→ EXERCISE DESCRIPTION: Wherever "given" shows up in the records below, copy the whole line.

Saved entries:
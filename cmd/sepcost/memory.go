package main

import (
	"os"
	"runtime/debug"

	"sepcost/scale"
)

// longRunHeap is the soft limit on the Go heap (runtime/debug.SetMemoryLimit)
// for a run of more masses than a report holds in full (scale.HeldMasses):
// such a report keeps compact rows whose live heap stays well under it
// (BenchmarkSweepMemory: about 60 MB at the largest sweep, 10,000
// masses), so the limit only makes the collector return garbage sooner,
// keeping the process's peak resident memory near 110 MB rather than
// 150 to 160 MB, at no measured cost in time. 100 MiB (common practice,
// no source: the heap a long sweep needs, with room).
const longRunHeap = 100 << 20

// boundMemory sets longRunHeap for a run of n masses longer than a report
// holds in full, unless the user set GOMEMLIMIT (which the runtime then
// follows), and returns the function that restores the limit before.
func boundMemory(n int) (restore func()) {
	if n <= scale.HeldMasses || os.Getenv("GOMEMLIMIT") != "" {
		return func() {}
	}
	old := debug.SetMemoryLimit(longRunHeap)
	return func() { debug.SetMemoryLimit(old) }
}
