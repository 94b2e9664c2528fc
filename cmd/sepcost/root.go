package main

import (
	"context"
	"errors"
	"fmt"
	"io"
	"strings"

	"github.com/spf13/cobra"
)

// usageError marks a mistake in the command line itself (exit code 2).
type usageError struct{ err error }

func (e usageError) Error() string { return e.err.Error() }
func (e usageError) Unwrap() error { return e.err }

// exitCode maps an error to the process exit code: 0 ok, 1 failure, 2 usage.
func exitCode(err error) int {
	if err == nil {
		return 0
	}
	var u usageError
	if errors.As(err, &u) {
		return 2
	}
	return 1
}

// newRootCommand builds the command tree. Commands are built fresh each
// call so that flag values never leak between runs (tests run many).
func newRootCommand() *cobra.Command {
	root := &cobra.Command{
		Use:   "sepcost",
		Short: "Cost the purification of a compound from milligrams to kilograms",
		Long: `sepcost reads a scenario (TLC Rf values and eluent, solubility data, boiling
points, crude purity, batch masses) and a price table, models flash
chromatography, recrystallization and distillation at each batch mass, finds
where the cheapest method changes, and writes the plan: materials, time,
waste with suggested codes, cost, the decision, uncertainty and cautions.

Start with ` + "`sepcost demo`" + `, then ` + "`sepcost init mycase`" + ` to get files to edit.`,
		SilenceUsage:  true,
		SilenceErrors: true,
	}
	root.SetFlagErrorFunc(func(c *cobra.Command, err error) error { return usageError{err} })
	root.AddCommand(newDemoCommand(), newInitCommand(), newEstimateCommand(), newSweepCommand(), newWasteCommand(), newPortfolioCommand(), newCheckCommand(), newSolventsCommand())
	return root
}

// run executes the command line with injected streams.
func run(ctx context.Context, args []string, stdout, stderr io.Writer) error {
	root := newRootCommand()
	out := &safeWriter{w: stdout}
	root.SetArgs(args)
	root.SetOut(out)
	root.SetErr(stderr)
	root.SetContext(ctx)
	cmd, err := root.ExecuteC()
	var u usageError
	if err != nil && cmd == root && !errors.As(err, &u) {
		// The root runs nothing: an error there is cobra's own about the
		// command line (an unknown command).
		return usageError{err}
	}
	if out.err != nil {
		werr := fmt.Errorf("writing to standard output: %w; the report is incomplete", out.err)
		if err == nil || errors.Is(err, out.err) {
			return werr
		}
		return errors.Join(err, werr)
	}
	return err
}

// oneFile is a cobra argument check for commands that take one file: a
// missing or extra argument is a usage error that says what to give.
func oneFile(what, example string) cobra.PositionalArgs {
	return func(cmd *cobra.Command, args []string) error {
		switch {
		case len(args) == 0:
			return usageError{fmt.Errorf("%s needs the %s: sepcost %s %s", cmd.Name(), what, cmd.Name(), example)}
		case len(args) > 1:
			return usageError{fmt.Errorf("%s takes one %s, but %d arguments were given (%s); options start with --", cmd.Name(), what, len(args), strings.Join(args, " "))}
		}
		return nil
	}
}

// usageArgs makes a cobra argument check's error a usage error (exit 2).
func usageArgs(check cobra.PositionalArgs) cobra.PositionalArgs {
	return func(cmd *cobra.Command, args []string) error {
		if err := check(cmd, args); err != nil {
			return usageError{err}
		}
		return nil
	}
}
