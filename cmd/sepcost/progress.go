package main

import (
	"fmt"
	"io"
	"os"
	"sync"

	"github.com/schollz/progressbar/v3"
	"golang.org/x/term"
)

// progressFrom is the smallest number of draws worth a progress display.
const progressFrom = 1000

// newProgress returns a callback for the Monte Carlo draws: a bar on
// stderr when stderr is a terminal, else a plain line every 10 %; nil for
// small runs.
func newProgress(stderr io.Writer, total int) func(done int) {
	if total < progressFrom {
		return nil
	}
	if f, ok := stderr.(*os.File); ok && term.IsTerminal(int(f.Fd())) {
		bar := progressbar.NewOptions(total, progressbar.OptionSetWriter(stderr), progressbar.OptionSetDescription("uncertainty draws"),
			progressbar.OptionClearOnFinish(), progressbar.OptionThrottle(100_000_000))
		return func(done int) { _ = bar.Set(done) }
	}
	var mu sync.Mutex
	next := 10
	return func(done int) {
		mu.Lock()
		defer mu.Unlock()
		if pct := done * 100 / total; pct >= next {
			fmt.Fprintf(stderr, "uncertainty draws: %d %%\n", pct)
			next = pct/10*10 + 10
		}
	}
}
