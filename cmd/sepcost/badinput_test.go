//go:build unix

package main

import (
	"bytes"
	"context"
	"crypto/sha256"
	"fmt"
	"io/fs"
	"os"
	"path/filepath"
	"strings"
	"syscall"
	"testing"
	"time"

	"sepcost/templates"
)

// caseScenario is a short scenario whose lines the cases below refer to.
const caseScenario = `name: bad-input case
masses: ["20 g"]
crude: {purity: 0.8}
chromatography:
  tlc_eluent: {n-heptane: 0.75, ethyl acetate: 0.25}
  product_rf: 0.30
  impurity_rf: 0.42
`

// badCase is one careless or hostile input: the files it needs (written
// into a fresh folder as {dir}), the command line, the exit code wanted,
// the words the message must hold (file, line, field, what is valid) and
// words it must not hold (Go type names, echoed file contents).
type badCase struct {
	name    string
	files   map[string]string
	setup   func(t *testing.T, dir string)
	args    []string
	code    int
	want    []string
	notWant []string
}

// The bad-input campaign: every case is refused with a clear message, and
// the folder is left exactly as it was (no file written, changed or
// removed, no temporary file left).
func TestBadInput(t *testing.T) {
	t.Parallel()
	sc := map[string]string{"s.yaml": caseScenario, "prices.csv": string(templates.Prices)}
	with := func(extra map[string]string) map[string]string {
		out := map[string]string{}
		for k, v := range sc {
			out[k] = v
		}
		for k, v := range extra {
			out[k] = v
		}
		return out
	}
	setting := func(line string) map[string]string {
		return with(map[string]string{"s.yaml": caseScenario + "settings:\n  " + line + "\n"})
	}
	cases := []badCase{
		// 1. A quoting error in a plan panicked.
		{name: "plan quoting error", files: with(map[string]string{"plan.csv": "scenario,mass,runs\n\"s.yaml,20 g,3\n"}),
			args: []string{"portfolio", "{dir}/plan.csv"}, code: 1, want: []string{"plan.csv:2", "not valid CSV", "double quotes"}},
		// 2. --force replaced special files.
		{name: "force onto a pipe", files: sc, setup: mkfifo("out.json"),
			args: []string{"estimate", "{dir}/s.yaml", "--draws", "0", "-o", "{dir}/out.json", "--force"}, code: 1,
			want: []string{"out.json", "not a regular file", "even with --force"}},
		{name: "force onto a symbolic link", files: with(map[string]string{"target.json": "keep"}), setup: symlink("target.json", "out.json"),
			args: []string{"estimate", "{dir}/s.yaml", "--draws", "0", "-o", "{dir}/out.json", "--force"}, code: 1,
			want: []string{"out.json", "not a regular file"}},
		// 4. Unbounded reads: a pipe hung, a large file was read whole, price tables had no limit.
		{name: "scenario is a pipe", files: sc, setup: mkfifo("pipe.yaml"),
			args: []string{"check", "{dir}/pipe.yaml", "--prices", "{dir}/prices.csv"}, code: 1,
			want: []string{"pipe.yaml", "not a regular file", "scenario"}},
		{name: "price table is a pipe", files: sc, setup: mkfifo("pipe.csv"),
			args: []string{"check", "{dir}/s.yaml", "--prices", "{dir}/pipe.csv"}, code: 1,
			want: []string{"pipe.csv", "not a regular file", "price table"}},
		{name: "scenario is a folder", files: sc, setup: mkdir("sub.yaml"),
			args: []string{"check", "{dir}/sub.yaml", "--prices", "{dir}/prices.csv"}, code: 1,
			want: []string{"sub.yaml", "is a folder"}},
		{name: "huge sparse scenario", files: sc, setup: sparse("big.yaml", 64<<20),
			args: []string{"check", "{dir}/big.yaml", "--prices", "{dir}/prices.csv"}, code: 1,
			want: []string{"big.yaml", "larger than 1 MiB", "1048576 bytes"}},
		{name: "huge sparse price table", files: sc, setup: sparse("big.csv", 5<<20),
			args: []string{"check", "{dir}/s.yaml", "--prices", "{dir}/big.csv"}, code: 1,
			want: []string{"big.csv", "larger than 4 MiB", "price table"}},
		{name: "huge sparse plan", files: sc, setup: sparse("plan.csv", 2<<20),
			args: []string{"portfolio", "{dir}/plan.csv"}, code: 1,
			want: []string{"plan.csv", "larger than 1 MiB", "plan"}},
		// 5. A price table longer than a sheet panicked the workbook writer.
		{name: "price table with too many items", files: with(map[string]string{"prices.csv": string(templates.Prices) + manyItems(10001)}),
			args: []string{"check", "{dir}/s.yaml", "--prices", "{dir}/prices.csv"}, code: 1,
			want: []string{"prices.csv:", "more than 10000 items"}},
		{name: "long price field is cut short", files: with(map[string]string{"prices.csv": string(templates.Prices) + strings.Repeat("y", 3000) + ",kg,1,EUR,,,,\n" + strings.Repeat("y", 3000) + ",kg,1,EUR,,,,\n"}),
			args: []string{"check", "{dir}/s.yaml", "--prices", "{dir}/prices.csv"}, code: 1,
			want: []string{"prices.csv:", "listed twice", `yyy…"`}, notWant: []string{strings.Repeat("y", 41)}},
		// 6. Settings without ranges.
		{name: "share above 100 %", files: setting(`chromatography.silica_retention_loss: "150 %"`),
			args: []string{"check", "{dir}/s.yaml", "--prices", "{dir}/prices.csv"}, code: 1,
			want: []string{"s.yaml:9:", "settings.chromatography.silica_retention_loss", "outside the range", "0 to 0.5"}},
		{name: "zero heater efficiency", files: setting(`chromatography.evaporator_heat_efficiency: "0 %"`),
			args: []string{"check", "{dir}/s.yaml", "--prices", "{dir}/prices.csv"}, code: 1,
			want: []string{"s.yaml:9:", "settings.chromatography.evaporator_heat_efficiency", "0.01 to 1"}},
		{name: "negative time", files: setting(`distillation.cooldown_time: "-30 min"`),
			args: []string{"check", "{dir}/s.yaml", "--prices", "{dir}/prices.csv"}, code: 1,
			want: []string{"s.yaml:9:", "settings.distillation.cooldown_time", "0 to 2880 min"}},
		// 7. Masses without bounds.
		{name: "mass far too large", files: sc, args: []string{"estimate", "{dir}/s.yaml", "--mass", "1e30kg"}, code: 2,
			want: []string{"--mass", "1e30kg", "from 1 mg to 10 t"}},
		{name: "mass far too small", files: sc, args: []string{"estimate", "{dir}/s.yaml", "--mass", "1e-30g"}, code: 2,
			want: []string{"--mass", "from 1 mg to 10 t"}},
		{name: "mass overflows", files: sc, args: []string{"estimate", "{dir}/s.yaml", "--mass", "1e306 t"}, code: 2,
			want: []string{"--mass", "too large"}},
		{name: "unit exponents wrap", files: sc, args: []string{"estimate", "{dir}/s.yaml", "--mass", "1 " + strings.Repeat("kg^4 ", 64) + "kg"}, code: 2,
			want: []string{"--mass", "at most 100"}},
		{name: "unit powers add up", files: sc, args: []string{"estimate", "{dir}/s.yaml", "--mass", "1 kg^4 kg^4 kg^4"}, code: 2,
			want: []string{"--mass", "powers from -8 to 8"}},
		{name: "target too large", files: sc, args: []string{"estimate", "{dir}/s.yaml", "--target", "1e30 kg"}, code: 2,
			want: []string{"--target", "from 1 mg to 10 t"}},
		{name: "sweep from too large", files: sc, args: []string{"sweep", "{dir}/s.yaml", "--from", "1e30 kg", "--to", "1e31 kg"}, code: 2,
			want: []string{"--from", "from 1 mg to 10 t"}},
		{name: "scenario mass too large", files: with(map[string]string{"s.yaml": strings.Replace(caseScenario, `["20 g"]`, `["20 g", "7e17 kg"]`, 1)}),
			args: []string{"check", "{dir}/s.yaml", "--prices", "{dir}/prices.csv"}, code: 1,
			want: []string{"s.yaml:2:", "masses[1]", "from 1 mg to 10 t"}},
		{name: "plan mass too large", files: with(map[string]string{"plan.csv": "scenario,mass,runs\ns.yaml,1e30 kg,1\n"}),
			args: []string{"portfolio", "{dir}/plan.csv"}, code: 1, want: []string{"plan.csv:2", "mass", "from 1 mg to 10 t"}},
		// 9. Messages.
		{name: "YAML syntax error line", files: with(map[string]string{"s.yaml": strings.Replace(caseScenario, `crude: {purity: 0.8}`, `crude: {purity: 0.8`, 1)}),
			args: []string{"check", "{dir}/s.yaml", "--prices", "{dir}/prices.csv"}, code: 1,
			want: []string{"s.yaml:3:", "not valid YAML"}},
		{name: "unknown key with no value", files: with(map[string]string{"s.yaml": caseScenario + "colour:\n"}),
			args: []string{"check", "{dir}/s.yaml", "--prices", "{dir}/prices.csv"}, code: 1,
			want: []string{"s.yaml:8:", "colour", "not a known field", "masses"}},
		{name: "wrong type", files: with(map[string]string{"s.yaml": strings.Replace(caseScenario, `masses: ["20 g"]`, `masses: {a: 1}`, 1)}),
			args: []string{"check", "{dir}/s.yaml", "--prices", "{dir}/prices.csv"}, code: 1,
			want: []string{"s.yaml:2:", "a section of keys and values", "a list"}, notWant: []string{"rawScenario", "scenario.", "[]scenario", "unmarshal"}},
		{name: "output is a folder", files: sc, setup: mkdir("outdir"),
			args: []string{"estimate", "{dir}/s.yaml", "--draws", "0", "-o", "{dir}/outdir", "--format", "json", "--force"}, code: 2,
			want: []string{"outdir is a folder", "give a file name with -o"}, notWant: []string{"add --force"}},
		{name: "missing argument", files: sc, args: []string{"estimate"}, code: 2,
			want: []string{"estimate needs the scenario file", "sepcost estimate mycase/scenario.yaml"}, notWant: []string{"accepts 1 arg"}},
		{name: "missing plan argument", files: sc, args: []string{"portfolio"}, code: 2,
			want: []string{"portfolio needs the plan file"}},
		// 10. Silently accepted or leaked.
		{name: "second YAML document", files: with(map[string]string{"s.yaml": caseScenario + "---\nname: another\n"}),
			args: []string{"check", "{dir}/s.yaml", "--prices", "{dir}/prices.csv"}, code: 1,
			want: []string{"s.yaml:8:", "more than one YAML document", "one scenario per file"}},
		{name: "plan header repeats a column", files: with(map[string]string{"plan.csv": "scenario,mass,runs,mass\ns.yaml,20 g,3,2 kg\n"}),
			args: []string{"portfolio", "{dir}/plan.csv"}, code: 1, want: []string{"plan.csv:1", "mass", "named twice", "columns 2 and 4"}},
		{name: "plan with absurd runs", files: with(map[string]string{"plan.csv": "scenario,mass,runs\ns.yaml,20 g,9200000000000000000\n"}),
			args: []string{"portfolio", "{dir}/plan.csv"}, code: 1, want: []string{"plan.csv:2", "runs", "from 0 to 10000"}},
		{name: "plan row names another file", files: with(map[string]string{"plan.csv": "scenario,mass,runs\nshadow,20 g,1\n", "shadow": "root:$6$saltsalt$hashhashhash:19000:0:99999:7:::\n"}),
			args: []string{"portfolio", "{dir}/plan.csv"}, code: 1, want: []string{"plan.csv:2", "scenario", ".yaml or .yml"}, notWant: []string{"$6$", "root"}},
		{name: "plan row names a non-scenario YAML", files: with(map[string]string{"plan.csv": "scenario,mass,runs\nsecret.yaml,20 g,1\n", "secret.yaml": "alice: $6$saltsalt$hashhashhash\nbob: $6$pepper$hash\n"}),
			args: []string{"portfolio", "{dir}/plan.csv"}, code: 1, want: []string{"secret.yaml:1", "does not look like a scenario"}, notWant: []string{"$6$", "alice", "bob"}},
		{name: "long unknown key is cut short", files: with(map[string]string{"s.yaml": caseScenario + strings.Repeat("x", 1000) + ": 1\n"}),
			args: []string{"check", "{dir}/s.yaml", "--prices", "{dir}/prices.csv"}, code: 1, want: []string{"s.yaml:8:", "not a known field", `xxx"…`},
			notWant: []string{strings.Repeat("x", 41)}},
	}
	for _, c := range cases {
		t.Run(c.name, func(t *testing.T) { c.run(t) })
	}
}

// run writes the case's files, runs it, and checks the exit code, the
// message and that the folder is unchanged.
func (c badCase) run(t *testing.T) {
	dir := t.TempDir()
	for name, data := range c.files {
		if err := os.WriteFile(filepath.Join(dir, name), []byte(data), 0o644); err != nil {
			t.Fatal(err)
		}
	}
	if c.setup != nil {
		c.setup(t, dir)
	}
	before := snapshot(t, dir)
	args := make([]string, len(c.args))
	for i, a := range c.args {
		args[i] = strings.ReplaceAll(a, "{dir}", dir)
	}
	out, errOut, err := runWithin(t, 20*time.Second, args...)
	msg := out + errOut
	if err != nil {
		msg += err.Error()
	}
	if got := exitCode(err); got != c.code {
		t.Errorf("exit %d, want %d; output:\n%s", got, c.code, msg)
	}
	for _, w := range c.want {
		if !strings.Contains(msg, w) {
			t.Errorf("message lacks %q:\n%s", w, msg)
		}
	}
	for _, w := range c.notWant {
		if strings.Contains(msg, w) {
			t.Errorf("message holds %q:\n%s", w, msg)
		}
	}
	if after := snapshot(t, dir); after != before {
		t.Errorf("the folder changed:\nbefore:\n%s\nafter:\n%s", before, after)
	}
}

// runWithin runs the command line and fails the test if it does not end in
// time (an input that blocks, such as a pipe with no writer).
func runWithin(t *testing.T, limit time.Duration, args ...string) (string, string, error) {
	t.Helper()
	type result struct {
		out, errOut string
		err         error
	}
	done := make(chan result, 1)
	go func() {
		var out, errOut bytes.Buffer
		err := run(context.Background(), args, &out, &errOut)
		done <- result{out.String(), errOut.String(), err}
	}()
	select {
	case r := <-done:
		return r.out, r.errOut, r.err
	case <-time.After(limit):
		t.Fatalf("%v still running after %v", args, limit)
		return "", "", nil
	}
}

// snapshot describes every entry of a folder (name, type, mode, size and,
// for regular files, a hash of the contents) without opening anything but
// regular files.
func snapshot(t *testing.T, dir string) string {
	t.Helper()
	var b strings.Builder
	err := filepath.WalkDir(dir, func(path string, d fs.DirEntry, err error) error {
		if err != nil {
			return err
		}
		fi, err := os.Lstat(path)
		if err != nil {
			return err
		}
		rel, _ := filepath.Rel(dir, path)
		fmt.Fprintf(&b, "%s %v %d", rel, fi.Mode(), fi.Size())
		if fi.Mode().IsRegular() && fi.Size() < 64<<20 {
			data, err := os.ReadFile(path)
			if err != nil {
				return err
			}
			fmt.Fprintf(&b, " %x", sha256.Sum256(data))
		}
		b.WriteString("\n")
		return nil
	})
	if err != nil {
		t.Fatal(err)
	}
	return b.String()
}

func mkfifo(name string) func(*testing.T, string) {
	return func(t *testing.T, dir string) {
		if err := syscall.Mkfifo(filepath.Join(dir, name), 0o644); err != nil {
			t.Skipf("cannot make a pipe here: %v", err)
		}
	}
}

func symlink(target, name string) func(*testing.T, string) {
	return func(t *testing.T, dir string) {
		if err := os.Symlink(target, filepath.Join(dir, name)); err != nil {
			t.Skipf("cannot make a symbolic link here: %v", err)
		}
	}
}

func mkdir(name string) func(*testing.T, string) {
	return func(t *testing.T, dir string) {
		if err := os.Mkdir(filepath.Join(dir, name), 0o755); err != nil {
			t.Fatal(err)
		}
	}
}

// sparse makes a file of the given size that takes no disk space.
func sparse(name string, size int64) func(*testing.T, string) {
	return func(t *testing.T, dir string) {
		f, err := os.Create(filepath.Join(dir, name))
		if err != nil {
			t.Fatal(err)
		}
		defer f.Close()
		if err := f.Truncate(size); err != nil {
			t.Fatal(err)
		}
	}
}

// manyItems is n valid price lines with distinct names.
func manyItems(n int) string {
	var b strings.Builder
	for i := range n {
		fmt.Fprintf(&b, "reagent %d,kg,1.00,EUR,consumable,invented,2026-01-01,\n", i)
	}
	return b.String()
}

→ ANSWER SECTION:
			return usageError{fmt.Errorf("%s takes one %s, but %d arguments were given (%s); options start with --", cmd.Name(), what, len(args), strings.Join(args, " "))}
// sparse makes a file of the given size that takes no disk space.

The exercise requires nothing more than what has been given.